Work request: Nothing is needed except the lines below that run from the one with "no *.mct trace" through the one with "campaign $campaign: $nfiles", repeated exactly.

━━ Available records

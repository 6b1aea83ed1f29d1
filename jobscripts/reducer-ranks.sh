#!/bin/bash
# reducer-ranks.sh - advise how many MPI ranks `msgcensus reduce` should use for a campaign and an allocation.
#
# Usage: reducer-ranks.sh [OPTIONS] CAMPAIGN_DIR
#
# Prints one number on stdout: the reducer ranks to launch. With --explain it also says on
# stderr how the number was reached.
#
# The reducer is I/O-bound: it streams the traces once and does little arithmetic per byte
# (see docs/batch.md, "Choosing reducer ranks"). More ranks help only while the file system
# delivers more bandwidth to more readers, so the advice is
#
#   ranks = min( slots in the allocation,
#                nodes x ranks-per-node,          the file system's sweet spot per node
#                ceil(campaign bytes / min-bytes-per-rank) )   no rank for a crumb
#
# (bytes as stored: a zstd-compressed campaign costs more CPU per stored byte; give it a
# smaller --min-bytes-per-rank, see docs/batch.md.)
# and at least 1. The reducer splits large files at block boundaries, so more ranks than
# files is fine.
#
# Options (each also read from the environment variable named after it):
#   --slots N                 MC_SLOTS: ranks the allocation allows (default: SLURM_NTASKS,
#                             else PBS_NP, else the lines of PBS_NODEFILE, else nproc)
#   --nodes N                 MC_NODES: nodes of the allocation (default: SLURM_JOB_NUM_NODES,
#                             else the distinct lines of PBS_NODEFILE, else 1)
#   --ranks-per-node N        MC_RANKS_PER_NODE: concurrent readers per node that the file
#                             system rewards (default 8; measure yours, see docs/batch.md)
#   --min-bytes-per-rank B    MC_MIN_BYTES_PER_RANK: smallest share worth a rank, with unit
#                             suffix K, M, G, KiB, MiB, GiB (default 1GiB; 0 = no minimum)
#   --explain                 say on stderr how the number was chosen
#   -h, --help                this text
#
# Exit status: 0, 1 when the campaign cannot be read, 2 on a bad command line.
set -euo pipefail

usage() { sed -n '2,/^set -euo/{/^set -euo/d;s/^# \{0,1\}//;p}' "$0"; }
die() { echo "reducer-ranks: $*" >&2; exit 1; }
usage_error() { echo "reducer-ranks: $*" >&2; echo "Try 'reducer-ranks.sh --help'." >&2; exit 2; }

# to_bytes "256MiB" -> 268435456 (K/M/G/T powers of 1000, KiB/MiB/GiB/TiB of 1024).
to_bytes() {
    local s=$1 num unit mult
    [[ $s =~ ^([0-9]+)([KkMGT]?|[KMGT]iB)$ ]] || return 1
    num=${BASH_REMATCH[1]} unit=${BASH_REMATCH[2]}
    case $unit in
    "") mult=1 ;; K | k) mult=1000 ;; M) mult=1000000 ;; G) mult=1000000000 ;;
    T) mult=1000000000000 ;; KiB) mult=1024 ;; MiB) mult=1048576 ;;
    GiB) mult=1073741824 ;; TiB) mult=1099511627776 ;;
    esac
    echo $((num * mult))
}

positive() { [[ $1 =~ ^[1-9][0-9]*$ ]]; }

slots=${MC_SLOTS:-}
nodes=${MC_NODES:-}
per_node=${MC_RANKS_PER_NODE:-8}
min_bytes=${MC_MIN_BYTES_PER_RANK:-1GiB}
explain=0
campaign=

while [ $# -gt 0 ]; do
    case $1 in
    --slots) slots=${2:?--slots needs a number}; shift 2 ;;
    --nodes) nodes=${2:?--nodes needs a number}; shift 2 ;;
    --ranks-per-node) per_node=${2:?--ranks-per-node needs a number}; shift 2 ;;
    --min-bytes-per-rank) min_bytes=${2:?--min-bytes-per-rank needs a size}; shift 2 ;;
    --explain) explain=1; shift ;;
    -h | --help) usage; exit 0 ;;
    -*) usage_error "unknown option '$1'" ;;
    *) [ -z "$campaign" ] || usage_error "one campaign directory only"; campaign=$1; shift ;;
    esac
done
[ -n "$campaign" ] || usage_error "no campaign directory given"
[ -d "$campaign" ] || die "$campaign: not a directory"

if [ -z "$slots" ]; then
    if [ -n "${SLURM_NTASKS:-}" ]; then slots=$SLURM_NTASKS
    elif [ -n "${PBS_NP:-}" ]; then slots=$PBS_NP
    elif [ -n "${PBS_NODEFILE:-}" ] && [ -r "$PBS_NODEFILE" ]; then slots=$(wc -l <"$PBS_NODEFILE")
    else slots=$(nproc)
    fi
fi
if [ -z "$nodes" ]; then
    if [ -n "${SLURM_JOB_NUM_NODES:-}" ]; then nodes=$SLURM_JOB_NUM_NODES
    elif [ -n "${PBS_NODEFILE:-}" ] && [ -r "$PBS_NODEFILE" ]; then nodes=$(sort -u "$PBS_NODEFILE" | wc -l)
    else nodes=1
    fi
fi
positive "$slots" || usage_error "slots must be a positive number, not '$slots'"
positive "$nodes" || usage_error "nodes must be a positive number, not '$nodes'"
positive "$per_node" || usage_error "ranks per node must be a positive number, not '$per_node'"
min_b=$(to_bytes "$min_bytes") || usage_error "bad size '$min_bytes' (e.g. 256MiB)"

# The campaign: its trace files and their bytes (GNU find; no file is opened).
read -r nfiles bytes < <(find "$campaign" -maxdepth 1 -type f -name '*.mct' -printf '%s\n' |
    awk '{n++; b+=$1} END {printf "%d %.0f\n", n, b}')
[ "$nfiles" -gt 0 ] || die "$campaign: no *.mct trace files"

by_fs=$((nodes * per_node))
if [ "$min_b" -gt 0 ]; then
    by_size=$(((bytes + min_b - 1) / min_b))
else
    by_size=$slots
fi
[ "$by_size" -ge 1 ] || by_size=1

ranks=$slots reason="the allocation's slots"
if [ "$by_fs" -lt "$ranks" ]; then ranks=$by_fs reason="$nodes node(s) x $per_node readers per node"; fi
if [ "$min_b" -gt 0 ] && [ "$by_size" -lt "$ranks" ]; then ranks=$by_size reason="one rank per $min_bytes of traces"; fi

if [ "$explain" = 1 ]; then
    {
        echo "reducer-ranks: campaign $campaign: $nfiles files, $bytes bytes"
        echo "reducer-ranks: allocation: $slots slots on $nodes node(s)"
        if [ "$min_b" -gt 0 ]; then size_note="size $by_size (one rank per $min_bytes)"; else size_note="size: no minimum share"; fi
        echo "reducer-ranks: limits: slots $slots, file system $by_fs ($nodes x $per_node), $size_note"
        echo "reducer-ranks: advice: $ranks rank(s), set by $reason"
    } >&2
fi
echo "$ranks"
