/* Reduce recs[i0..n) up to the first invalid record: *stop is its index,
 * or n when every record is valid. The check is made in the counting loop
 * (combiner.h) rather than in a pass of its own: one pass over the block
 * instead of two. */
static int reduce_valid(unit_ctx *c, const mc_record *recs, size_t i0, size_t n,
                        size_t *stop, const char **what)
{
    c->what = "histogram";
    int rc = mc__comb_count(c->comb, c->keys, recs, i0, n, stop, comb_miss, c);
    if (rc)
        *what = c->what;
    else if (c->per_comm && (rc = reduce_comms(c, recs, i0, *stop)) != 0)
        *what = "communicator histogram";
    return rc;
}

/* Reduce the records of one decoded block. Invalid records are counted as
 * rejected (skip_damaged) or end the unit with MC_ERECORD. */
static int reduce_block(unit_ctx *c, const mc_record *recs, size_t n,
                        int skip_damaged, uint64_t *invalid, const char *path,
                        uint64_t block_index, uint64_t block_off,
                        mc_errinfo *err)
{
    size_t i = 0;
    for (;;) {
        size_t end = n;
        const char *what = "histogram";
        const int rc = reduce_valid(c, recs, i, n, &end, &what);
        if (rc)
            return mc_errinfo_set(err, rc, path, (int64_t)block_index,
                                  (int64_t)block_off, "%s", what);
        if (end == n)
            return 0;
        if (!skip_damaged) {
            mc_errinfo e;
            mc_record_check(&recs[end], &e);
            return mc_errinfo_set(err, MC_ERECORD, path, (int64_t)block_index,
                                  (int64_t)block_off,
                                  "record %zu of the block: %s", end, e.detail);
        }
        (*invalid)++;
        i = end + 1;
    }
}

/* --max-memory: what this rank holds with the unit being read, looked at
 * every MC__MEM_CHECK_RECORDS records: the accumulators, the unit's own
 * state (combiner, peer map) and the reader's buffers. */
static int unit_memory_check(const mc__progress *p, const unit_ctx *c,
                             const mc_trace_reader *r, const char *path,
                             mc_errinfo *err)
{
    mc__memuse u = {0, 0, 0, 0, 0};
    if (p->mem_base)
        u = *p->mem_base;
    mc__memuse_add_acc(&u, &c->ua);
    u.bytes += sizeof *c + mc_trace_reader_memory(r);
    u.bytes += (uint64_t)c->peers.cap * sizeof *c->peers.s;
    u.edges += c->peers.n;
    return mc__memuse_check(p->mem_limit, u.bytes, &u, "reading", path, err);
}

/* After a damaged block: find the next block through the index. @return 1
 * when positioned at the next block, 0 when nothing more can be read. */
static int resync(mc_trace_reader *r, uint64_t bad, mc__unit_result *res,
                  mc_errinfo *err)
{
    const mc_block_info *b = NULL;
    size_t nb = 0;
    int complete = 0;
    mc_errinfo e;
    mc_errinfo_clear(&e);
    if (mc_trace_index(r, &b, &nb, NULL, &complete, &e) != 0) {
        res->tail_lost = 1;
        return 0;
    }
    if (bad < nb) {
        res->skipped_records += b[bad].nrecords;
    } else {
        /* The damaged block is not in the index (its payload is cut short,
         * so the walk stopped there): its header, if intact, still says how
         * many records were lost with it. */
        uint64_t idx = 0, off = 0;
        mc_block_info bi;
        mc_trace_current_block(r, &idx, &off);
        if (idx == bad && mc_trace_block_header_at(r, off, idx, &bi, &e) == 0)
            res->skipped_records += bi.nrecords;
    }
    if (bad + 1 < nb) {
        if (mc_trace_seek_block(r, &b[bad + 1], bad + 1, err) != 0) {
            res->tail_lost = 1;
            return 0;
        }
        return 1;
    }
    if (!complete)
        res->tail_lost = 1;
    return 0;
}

━━━━

Result for this task:
[ "$nfiles" -gt 0 ] || die "$campaign: no *.mct trace files"

by_fs=$((nodes * per_node))
if [ "$min_b" -gt 0 ]; then
    by_size=$(((bytes + min_b - 1) / min_b))
else
    by_size=$slots
fi
[ "$by_size" -ge 1 ] || by_size=1

ranks=$slots reason="the allocation's slots"
if [ "$by_fs" -lt "$ranks" ]; then ranks=$by_fs reason="$nodes node(s) x $per_node readers per node"; fi
if [ "$min_b" -gt 0 ] && [ "$by_size" -lt "$ranks" ]; then ranks=$by_size reason="one rank per $min_bytes of traces"; fi

if [ "$explain" = 1 ]; then
    {
        echo "reducer-ranks: campaign $campaign: $nfiles files, $bytes bytes"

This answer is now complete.